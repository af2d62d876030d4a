// Annotator quality (docs/annotators.md): agreement beyond chance, each
// annotator against the others, intransitive judgments and rushed judgments.
//
//   agreement   Krippendorff's alpha (nominal) over comparisons judged by two
//               or more annotators (same normalised prompt and candidate set,
//               any order; a judgment's value is the chosen candidate's
//               identity), whole set and per source, with a seeded bootstrap
//               interval; Fleiss' kappa where every such comparison has the
//               same number of judgments.
//   annotators  each annotator's agreement with the majority of the others on
//               shared comparisons, a binomial test against the rest of the
//               set's rate, Holm or Benjamini-Hochberg over annotators; those
//               significantly below are "candidates for review". Policy
//               "flagged": report (default), drop (reason flagged_annotator)
//               or weight (writes a weight at the plan's JSON Pointer).
//   cycles      per prompt, the majority preference graph of its candidates;
//               strongly connected components of 3+ candidates are cycles.
//               Policy "cycles": report (default) or reject
//               (reason intransitive_judgment).
//   speed       with a timestamp in the layout: judgments much faster than
//               the annotator's own median gap or the set's (rushed).
// Runs before "exact" so that a vote among repeated judgments can leave out
// dropped ones; it reads every parsed record.
#pragma once

#include <nlohmann/json_fwd.hpp>

#include <memory>

#include "stages/stage.h"

namespace prefsift {

std::unique_ptr<Stage> MakeAnnotatorsStage(const Plan& plan, FileSystem* fs, Status* error);

// Agreement only (alpha, interval, comparisons, raw rate) over every parsed
// record of `st`, with the plan's annotators settings: for a store's batch
// row (docs/store.md). Null when the stage is disabled or its settings are bad.
nlohmann::ordered_json BatchAgreement(const Plan& plan, const RunState& st);

}  // namespace prefsift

━━━━━━━━━━━━━━━━━━━━

**Brief:** Within the listing above, find every line containing the string "docs" and return it.

**Answer box:**
// Annotator quality (docs/annotators.md): agreement beyond chance, each
// row (docs/store.md). Null when the stage is disabled or its settings are bad.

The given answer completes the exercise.